* Exercise *
Which lines come from the start of the records through the line that holds "let ionic_strength = search.ionic_strength.unwrap_or(0.0);"? Write them out word for word.

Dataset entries

★ ★ ★ ★ ★

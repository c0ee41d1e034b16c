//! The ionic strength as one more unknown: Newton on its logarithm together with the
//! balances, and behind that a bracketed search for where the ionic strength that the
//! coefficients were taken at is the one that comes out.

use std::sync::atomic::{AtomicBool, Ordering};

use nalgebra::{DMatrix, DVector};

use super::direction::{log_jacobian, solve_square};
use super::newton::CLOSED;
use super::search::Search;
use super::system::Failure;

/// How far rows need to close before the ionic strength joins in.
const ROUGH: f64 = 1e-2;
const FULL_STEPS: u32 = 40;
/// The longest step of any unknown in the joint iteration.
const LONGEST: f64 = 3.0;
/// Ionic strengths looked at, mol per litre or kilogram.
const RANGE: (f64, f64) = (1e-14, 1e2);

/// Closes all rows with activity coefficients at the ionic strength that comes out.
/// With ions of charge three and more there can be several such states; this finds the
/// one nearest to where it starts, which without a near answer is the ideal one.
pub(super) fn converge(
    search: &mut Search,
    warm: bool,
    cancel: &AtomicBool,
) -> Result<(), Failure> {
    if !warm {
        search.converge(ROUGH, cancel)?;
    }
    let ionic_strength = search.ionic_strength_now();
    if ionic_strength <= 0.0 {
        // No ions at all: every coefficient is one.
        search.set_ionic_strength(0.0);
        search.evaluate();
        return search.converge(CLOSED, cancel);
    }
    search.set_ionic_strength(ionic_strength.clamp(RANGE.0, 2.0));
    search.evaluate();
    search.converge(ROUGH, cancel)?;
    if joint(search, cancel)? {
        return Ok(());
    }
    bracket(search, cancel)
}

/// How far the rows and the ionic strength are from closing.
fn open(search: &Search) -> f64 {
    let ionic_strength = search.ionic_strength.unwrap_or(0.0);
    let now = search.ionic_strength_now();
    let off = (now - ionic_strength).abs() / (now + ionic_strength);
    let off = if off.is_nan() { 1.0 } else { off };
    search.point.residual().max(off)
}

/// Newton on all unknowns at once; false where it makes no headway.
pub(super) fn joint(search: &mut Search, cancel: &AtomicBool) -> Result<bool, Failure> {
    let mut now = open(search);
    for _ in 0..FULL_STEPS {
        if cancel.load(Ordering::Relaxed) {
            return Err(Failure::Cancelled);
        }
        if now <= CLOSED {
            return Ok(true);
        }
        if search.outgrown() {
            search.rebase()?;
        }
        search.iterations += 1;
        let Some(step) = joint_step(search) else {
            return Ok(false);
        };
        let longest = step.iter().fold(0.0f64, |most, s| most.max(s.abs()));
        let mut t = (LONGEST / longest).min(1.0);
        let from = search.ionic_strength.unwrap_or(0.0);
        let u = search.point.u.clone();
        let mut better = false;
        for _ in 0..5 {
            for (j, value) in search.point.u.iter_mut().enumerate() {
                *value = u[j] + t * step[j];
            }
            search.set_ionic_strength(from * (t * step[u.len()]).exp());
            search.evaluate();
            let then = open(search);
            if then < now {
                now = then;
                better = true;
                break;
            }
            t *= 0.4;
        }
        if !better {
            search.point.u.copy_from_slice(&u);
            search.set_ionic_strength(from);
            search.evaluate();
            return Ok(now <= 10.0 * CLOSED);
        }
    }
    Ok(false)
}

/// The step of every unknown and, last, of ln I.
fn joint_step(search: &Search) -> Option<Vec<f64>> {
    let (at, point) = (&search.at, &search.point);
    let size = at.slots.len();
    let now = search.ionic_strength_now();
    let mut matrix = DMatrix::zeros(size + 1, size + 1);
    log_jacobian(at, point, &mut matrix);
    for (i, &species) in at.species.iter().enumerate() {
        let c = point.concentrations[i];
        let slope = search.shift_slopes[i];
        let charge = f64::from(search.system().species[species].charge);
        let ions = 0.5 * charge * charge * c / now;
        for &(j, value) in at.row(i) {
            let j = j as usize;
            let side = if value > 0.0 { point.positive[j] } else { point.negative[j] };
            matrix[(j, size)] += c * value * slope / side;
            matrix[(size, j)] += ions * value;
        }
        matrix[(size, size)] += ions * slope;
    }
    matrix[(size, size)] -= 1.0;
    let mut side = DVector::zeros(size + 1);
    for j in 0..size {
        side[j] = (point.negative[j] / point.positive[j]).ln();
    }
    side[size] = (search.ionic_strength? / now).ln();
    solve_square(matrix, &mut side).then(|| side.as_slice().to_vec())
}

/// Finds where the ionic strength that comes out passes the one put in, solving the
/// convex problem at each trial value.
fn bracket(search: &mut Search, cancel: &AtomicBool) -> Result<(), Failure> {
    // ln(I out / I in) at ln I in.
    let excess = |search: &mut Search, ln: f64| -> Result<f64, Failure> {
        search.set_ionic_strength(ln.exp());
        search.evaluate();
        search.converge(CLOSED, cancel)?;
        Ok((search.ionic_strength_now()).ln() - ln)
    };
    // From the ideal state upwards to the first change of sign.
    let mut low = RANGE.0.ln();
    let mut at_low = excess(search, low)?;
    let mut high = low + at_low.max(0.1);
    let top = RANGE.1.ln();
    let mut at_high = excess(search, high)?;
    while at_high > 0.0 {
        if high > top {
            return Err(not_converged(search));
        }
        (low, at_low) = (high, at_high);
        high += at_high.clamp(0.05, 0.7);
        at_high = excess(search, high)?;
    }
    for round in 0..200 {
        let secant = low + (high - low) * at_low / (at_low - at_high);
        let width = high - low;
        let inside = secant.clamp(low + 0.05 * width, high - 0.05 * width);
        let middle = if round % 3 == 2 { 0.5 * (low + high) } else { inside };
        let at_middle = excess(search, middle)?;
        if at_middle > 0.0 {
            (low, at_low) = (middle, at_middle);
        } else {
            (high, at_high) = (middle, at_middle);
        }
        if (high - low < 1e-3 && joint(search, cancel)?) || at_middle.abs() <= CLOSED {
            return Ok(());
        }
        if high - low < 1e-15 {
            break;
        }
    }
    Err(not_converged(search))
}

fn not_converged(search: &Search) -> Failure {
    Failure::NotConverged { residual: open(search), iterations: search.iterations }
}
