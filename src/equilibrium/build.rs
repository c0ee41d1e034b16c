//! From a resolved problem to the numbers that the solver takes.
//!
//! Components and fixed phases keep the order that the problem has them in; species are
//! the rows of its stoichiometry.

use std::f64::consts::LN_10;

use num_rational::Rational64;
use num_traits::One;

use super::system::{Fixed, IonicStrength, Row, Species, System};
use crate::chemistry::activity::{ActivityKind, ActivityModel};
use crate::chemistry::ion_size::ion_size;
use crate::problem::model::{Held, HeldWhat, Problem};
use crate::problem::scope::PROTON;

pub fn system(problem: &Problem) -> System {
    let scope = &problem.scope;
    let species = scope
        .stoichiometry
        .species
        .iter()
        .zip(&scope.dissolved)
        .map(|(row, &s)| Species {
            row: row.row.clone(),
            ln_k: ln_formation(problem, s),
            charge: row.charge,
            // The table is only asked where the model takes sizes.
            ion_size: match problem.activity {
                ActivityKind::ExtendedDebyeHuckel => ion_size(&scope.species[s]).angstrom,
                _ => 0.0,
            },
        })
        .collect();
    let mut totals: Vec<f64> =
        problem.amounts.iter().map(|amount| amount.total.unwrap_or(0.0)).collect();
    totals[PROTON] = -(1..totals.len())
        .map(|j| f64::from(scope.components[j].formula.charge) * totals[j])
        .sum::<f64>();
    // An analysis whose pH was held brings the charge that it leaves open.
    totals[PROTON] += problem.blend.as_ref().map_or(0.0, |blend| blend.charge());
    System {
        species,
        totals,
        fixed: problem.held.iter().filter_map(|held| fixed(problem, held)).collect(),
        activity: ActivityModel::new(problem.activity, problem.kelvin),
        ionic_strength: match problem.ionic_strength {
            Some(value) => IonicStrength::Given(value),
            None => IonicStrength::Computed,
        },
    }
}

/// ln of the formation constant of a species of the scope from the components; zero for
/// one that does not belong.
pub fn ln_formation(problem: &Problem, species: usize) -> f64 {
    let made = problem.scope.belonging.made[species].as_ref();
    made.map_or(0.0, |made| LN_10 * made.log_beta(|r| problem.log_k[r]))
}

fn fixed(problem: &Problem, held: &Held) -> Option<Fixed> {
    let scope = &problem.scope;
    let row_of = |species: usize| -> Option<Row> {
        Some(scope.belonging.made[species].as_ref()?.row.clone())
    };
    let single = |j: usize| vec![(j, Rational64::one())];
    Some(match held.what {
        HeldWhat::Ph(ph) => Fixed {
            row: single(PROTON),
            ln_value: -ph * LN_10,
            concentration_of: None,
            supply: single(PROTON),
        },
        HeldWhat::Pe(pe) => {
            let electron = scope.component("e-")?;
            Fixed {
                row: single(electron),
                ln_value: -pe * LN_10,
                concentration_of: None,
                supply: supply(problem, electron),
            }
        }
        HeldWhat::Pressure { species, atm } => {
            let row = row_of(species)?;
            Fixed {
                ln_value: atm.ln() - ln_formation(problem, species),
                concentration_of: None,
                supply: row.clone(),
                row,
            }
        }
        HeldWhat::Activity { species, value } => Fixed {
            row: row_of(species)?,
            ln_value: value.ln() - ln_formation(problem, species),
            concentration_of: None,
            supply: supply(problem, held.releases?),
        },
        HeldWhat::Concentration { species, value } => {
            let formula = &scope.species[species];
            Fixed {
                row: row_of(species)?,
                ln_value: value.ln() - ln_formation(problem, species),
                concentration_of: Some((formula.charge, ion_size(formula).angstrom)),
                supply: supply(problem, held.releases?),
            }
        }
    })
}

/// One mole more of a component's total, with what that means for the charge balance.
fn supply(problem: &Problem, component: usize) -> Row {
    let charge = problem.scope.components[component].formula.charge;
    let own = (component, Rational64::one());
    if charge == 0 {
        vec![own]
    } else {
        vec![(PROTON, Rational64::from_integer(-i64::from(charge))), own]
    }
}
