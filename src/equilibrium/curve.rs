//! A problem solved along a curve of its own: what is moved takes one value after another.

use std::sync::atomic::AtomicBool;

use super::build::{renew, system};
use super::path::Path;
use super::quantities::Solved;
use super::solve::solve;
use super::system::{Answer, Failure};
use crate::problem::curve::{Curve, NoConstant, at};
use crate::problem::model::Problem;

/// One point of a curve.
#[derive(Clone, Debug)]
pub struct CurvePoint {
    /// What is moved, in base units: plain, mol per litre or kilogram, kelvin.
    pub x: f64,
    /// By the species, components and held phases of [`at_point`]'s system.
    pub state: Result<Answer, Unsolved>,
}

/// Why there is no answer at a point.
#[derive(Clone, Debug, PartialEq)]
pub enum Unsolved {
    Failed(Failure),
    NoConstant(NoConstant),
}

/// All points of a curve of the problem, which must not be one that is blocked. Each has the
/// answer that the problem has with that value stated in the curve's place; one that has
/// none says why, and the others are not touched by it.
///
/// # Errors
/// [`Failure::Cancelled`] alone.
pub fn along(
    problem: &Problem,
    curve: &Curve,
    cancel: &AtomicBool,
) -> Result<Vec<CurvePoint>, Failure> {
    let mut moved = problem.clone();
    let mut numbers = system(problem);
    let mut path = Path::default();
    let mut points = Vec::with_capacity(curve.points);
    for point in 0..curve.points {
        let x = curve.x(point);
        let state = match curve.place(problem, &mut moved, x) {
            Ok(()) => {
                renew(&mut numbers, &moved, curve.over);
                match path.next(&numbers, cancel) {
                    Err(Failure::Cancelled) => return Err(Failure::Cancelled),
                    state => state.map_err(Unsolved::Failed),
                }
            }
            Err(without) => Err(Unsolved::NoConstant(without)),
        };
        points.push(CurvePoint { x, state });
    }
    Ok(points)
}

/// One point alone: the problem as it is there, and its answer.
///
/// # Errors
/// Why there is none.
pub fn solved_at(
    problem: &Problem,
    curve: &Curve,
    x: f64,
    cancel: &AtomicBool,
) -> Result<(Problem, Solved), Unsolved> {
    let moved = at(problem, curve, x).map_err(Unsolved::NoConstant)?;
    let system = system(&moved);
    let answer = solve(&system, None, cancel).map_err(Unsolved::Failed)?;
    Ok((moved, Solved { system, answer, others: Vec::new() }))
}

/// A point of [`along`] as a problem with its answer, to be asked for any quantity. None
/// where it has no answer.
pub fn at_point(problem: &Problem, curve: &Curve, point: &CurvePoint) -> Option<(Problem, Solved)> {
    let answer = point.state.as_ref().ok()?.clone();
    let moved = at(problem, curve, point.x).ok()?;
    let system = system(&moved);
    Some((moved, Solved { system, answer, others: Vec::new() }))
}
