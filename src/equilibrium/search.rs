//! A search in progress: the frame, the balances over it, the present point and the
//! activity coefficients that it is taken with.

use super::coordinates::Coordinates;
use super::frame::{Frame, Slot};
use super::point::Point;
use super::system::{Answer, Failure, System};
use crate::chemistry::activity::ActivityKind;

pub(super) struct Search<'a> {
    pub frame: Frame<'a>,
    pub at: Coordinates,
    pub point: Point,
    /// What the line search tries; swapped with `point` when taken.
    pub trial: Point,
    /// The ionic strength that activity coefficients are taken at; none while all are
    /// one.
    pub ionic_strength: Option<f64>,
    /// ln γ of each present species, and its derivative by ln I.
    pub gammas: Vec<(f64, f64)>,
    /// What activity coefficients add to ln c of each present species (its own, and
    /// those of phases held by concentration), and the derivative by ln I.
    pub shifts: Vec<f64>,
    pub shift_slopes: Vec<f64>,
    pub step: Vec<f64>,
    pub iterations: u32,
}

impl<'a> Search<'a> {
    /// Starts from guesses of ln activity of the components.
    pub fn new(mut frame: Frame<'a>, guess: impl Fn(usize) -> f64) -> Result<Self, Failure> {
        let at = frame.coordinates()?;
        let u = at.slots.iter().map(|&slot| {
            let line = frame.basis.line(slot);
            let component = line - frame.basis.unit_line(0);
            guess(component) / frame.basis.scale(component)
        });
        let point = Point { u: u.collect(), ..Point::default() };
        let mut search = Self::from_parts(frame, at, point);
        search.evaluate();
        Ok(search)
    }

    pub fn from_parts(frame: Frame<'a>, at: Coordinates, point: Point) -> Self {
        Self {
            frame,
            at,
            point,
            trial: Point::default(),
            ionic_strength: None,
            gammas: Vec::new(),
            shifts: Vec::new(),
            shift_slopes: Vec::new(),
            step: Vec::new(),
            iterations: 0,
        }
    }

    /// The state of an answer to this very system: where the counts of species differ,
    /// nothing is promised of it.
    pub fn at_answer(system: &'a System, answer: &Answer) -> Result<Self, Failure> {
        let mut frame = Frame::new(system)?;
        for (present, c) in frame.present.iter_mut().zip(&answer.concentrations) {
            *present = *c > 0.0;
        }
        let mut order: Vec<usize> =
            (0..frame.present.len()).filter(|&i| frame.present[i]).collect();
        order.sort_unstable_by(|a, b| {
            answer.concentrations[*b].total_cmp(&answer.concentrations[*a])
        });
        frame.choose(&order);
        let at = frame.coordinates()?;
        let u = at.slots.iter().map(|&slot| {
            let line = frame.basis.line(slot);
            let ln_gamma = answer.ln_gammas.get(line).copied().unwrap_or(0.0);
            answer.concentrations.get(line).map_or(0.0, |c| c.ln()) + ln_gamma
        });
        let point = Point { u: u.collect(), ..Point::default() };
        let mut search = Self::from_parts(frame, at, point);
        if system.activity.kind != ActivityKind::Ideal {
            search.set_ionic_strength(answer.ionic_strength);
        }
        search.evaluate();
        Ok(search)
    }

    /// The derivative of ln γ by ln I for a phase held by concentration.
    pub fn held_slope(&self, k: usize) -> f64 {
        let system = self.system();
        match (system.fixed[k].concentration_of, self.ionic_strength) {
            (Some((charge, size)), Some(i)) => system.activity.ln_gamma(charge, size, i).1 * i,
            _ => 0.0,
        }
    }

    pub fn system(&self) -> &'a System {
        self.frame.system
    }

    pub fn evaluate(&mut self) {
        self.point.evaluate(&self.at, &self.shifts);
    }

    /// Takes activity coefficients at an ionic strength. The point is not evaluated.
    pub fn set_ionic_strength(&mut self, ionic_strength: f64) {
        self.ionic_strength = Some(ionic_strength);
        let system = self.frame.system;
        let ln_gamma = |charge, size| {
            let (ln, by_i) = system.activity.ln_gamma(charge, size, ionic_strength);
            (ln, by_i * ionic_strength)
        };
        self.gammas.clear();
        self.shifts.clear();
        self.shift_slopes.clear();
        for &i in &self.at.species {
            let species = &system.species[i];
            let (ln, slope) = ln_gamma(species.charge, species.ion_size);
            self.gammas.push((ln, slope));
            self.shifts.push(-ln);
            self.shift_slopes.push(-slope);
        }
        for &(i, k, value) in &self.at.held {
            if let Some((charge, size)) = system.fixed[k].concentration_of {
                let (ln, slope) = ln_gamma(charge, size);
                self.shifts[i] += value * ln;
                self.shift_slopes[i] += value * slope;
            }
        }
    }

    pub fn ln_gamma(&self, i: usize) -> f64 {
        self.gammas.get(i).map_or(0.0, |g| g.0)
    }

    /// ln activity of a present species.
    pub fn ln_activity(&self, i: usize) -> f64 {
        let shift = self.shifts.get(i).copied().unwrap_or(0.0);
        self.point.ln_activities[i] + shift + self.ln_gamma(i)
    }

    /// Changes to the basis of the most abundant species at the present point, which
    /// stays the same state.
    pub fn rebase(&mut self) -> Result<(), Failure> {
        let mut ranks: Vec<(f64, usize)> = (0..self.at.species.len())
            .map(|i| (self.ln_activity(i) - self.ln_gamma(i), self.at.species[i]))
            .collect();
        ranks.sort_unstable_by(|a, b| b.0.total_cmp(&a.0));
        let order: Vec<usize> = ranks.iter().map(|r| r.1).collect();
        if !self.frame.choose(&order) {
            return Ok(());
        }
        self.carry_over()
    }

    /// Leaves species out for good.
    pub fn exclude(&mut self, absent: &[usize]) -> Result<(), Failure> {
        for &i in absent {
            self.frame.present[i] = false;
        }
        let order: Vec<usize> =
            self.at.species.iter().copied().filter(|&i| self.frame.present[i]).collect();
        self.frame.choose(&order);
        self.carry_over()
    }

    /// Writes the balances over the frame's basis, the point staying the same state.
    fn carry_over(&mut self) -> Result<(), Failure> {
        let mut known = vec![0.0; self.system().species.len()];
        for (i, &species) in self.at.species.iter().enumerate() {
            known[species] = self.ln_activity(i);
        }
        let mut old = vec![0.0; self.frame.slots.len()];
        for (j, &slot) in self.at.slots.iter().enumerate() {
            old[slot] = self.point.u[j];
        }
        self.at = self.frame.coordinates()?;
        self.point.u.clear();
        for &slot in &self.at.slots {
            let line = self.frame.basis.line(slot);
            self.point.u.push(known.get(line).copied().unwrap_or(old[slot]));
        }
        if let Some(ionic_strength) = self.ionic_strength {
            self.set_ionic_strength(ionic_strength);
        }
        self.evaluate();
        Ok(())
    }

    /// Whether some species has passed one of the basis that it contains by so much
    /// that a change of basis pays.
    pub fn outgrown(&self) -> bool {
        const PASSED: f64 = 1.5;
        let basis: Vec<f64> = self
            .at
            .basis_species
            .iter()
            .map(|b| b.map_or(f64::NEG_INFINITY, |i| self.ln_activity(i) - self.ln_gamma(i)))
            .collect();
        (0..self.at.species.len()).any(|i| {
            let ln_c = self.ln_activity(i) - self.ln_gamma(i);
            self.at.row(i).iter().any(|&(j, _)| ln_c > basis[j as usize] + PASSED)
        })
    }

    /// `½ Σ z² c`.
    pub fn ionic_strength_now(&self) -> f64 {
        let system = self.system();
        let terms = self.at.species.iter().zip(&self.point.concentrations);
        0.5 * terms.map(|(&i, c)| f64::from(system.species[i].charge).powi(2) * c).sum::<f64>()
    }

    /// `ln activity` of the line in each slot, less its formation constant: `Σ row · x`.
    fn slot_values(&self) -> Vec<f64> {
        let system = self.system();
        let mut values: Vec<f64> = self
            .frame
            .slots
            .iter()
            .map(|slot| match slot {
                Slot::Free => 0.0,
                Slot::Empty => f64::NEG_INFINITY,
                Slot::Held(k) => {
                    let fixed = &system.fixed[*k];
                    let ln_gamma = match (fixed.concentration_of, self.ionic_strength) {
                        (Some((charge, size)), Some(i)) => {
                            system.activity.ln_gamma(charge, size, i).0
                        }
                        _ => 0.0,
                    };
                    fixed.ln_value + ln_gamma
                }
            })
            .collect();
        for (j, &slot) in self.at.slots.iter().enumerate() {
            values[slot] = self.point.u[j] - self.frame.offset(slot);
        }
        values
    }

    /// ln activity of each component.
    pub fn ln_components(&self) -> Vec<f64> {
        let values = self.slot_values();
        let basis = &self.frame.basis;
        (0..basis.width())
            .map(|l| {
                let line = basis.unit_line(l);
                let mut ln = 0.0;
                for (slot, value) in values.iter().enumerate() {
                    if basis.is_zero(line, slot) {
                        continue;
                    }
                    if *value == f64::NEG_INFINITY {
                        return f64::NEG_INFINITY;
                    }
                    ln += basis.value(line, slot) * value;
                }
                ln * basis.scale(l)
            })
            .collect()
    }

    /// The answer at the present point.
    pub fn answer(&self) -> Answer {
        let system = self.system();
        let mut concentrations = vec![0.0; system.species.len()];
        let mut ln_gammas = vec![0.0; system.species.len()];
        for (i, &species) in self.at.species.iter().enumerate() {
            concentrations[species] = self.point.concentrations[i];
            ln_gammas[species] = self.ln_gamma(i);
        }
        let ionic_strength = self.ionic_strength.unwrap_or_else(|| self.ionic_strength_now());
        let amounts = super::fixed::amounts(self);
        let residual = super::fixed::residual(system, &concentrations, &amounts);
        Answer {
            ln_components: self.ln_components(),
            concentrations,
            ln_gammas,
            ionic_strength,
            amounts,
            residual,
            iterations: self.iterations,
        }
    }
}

★ ★ ★ ★ ★

* Problem solution *
repository c0ee41d1e034b16c
//! The ionic strength as one more unknown: Newton on its logarithm together with the
//! balances, and behind that a bracketed search for where the ionic strength that the
//! coefficients were taken at is the one that comes out.

use std::sync::atomic::{AtomicBool, Ordering};

use nalgebra::{DMatrix, DVector};

use super::direction::{log_jacobian, solve_square};
use super::newton::CLOSED;
use super::search::Search;
use super::system::Failure;

/// How far rows need to close before the ionic strength joins in.
const ROUGH: f64 = 1e-2;
const FULL_STEPS: u32 = 40;
/// The longest step of any unknown in the joint iteration.
const LONGEST: f64 = 3.0;
/// Ionic strengths looked at, mol per litre or kilogram.
const RANGE: (f64, f64) = (1e-14, 1e2);

/// Closes all rows with activity coefficients at the ionic strength that comes out.
/// With ions of charge three and more there can be several such states; this finds the
/// one nearest to where it starts, which without a near answer is the ideal one.
pub(super) fn converge(
    search: &mut Search,
    warm: bool,
    cancel: &AtomicBool,
) -> Result<(), Failure> {
    if !warm {
        search.converge(ROUGH, cancel)?;
    }
    let ionic_strength = search.ionic_strength_now();
    if ionic_strength <= 0.0 {
        // No ions at all: every coefficient is one.
        search.set_ionic_strength(0.0);
        search.evaluate();
        return search.converge(CLOSED, cancel);
    }
    search.set_ionic_strength(ionic_strength.clamp(RANGE.0, 2.0));
    search.evaluate();
    search.converge(ROUGH, cancel)?;
    if joint(search, cancel)? {
        return Ok(());
    }
    bracket(search, cancel)
}

/// How far the rows and the ionic strength are from closing.
fn open(search: &Search) -> f64 {
    let ionic_strength = search.ionic_strength.unwrap_or(0.0);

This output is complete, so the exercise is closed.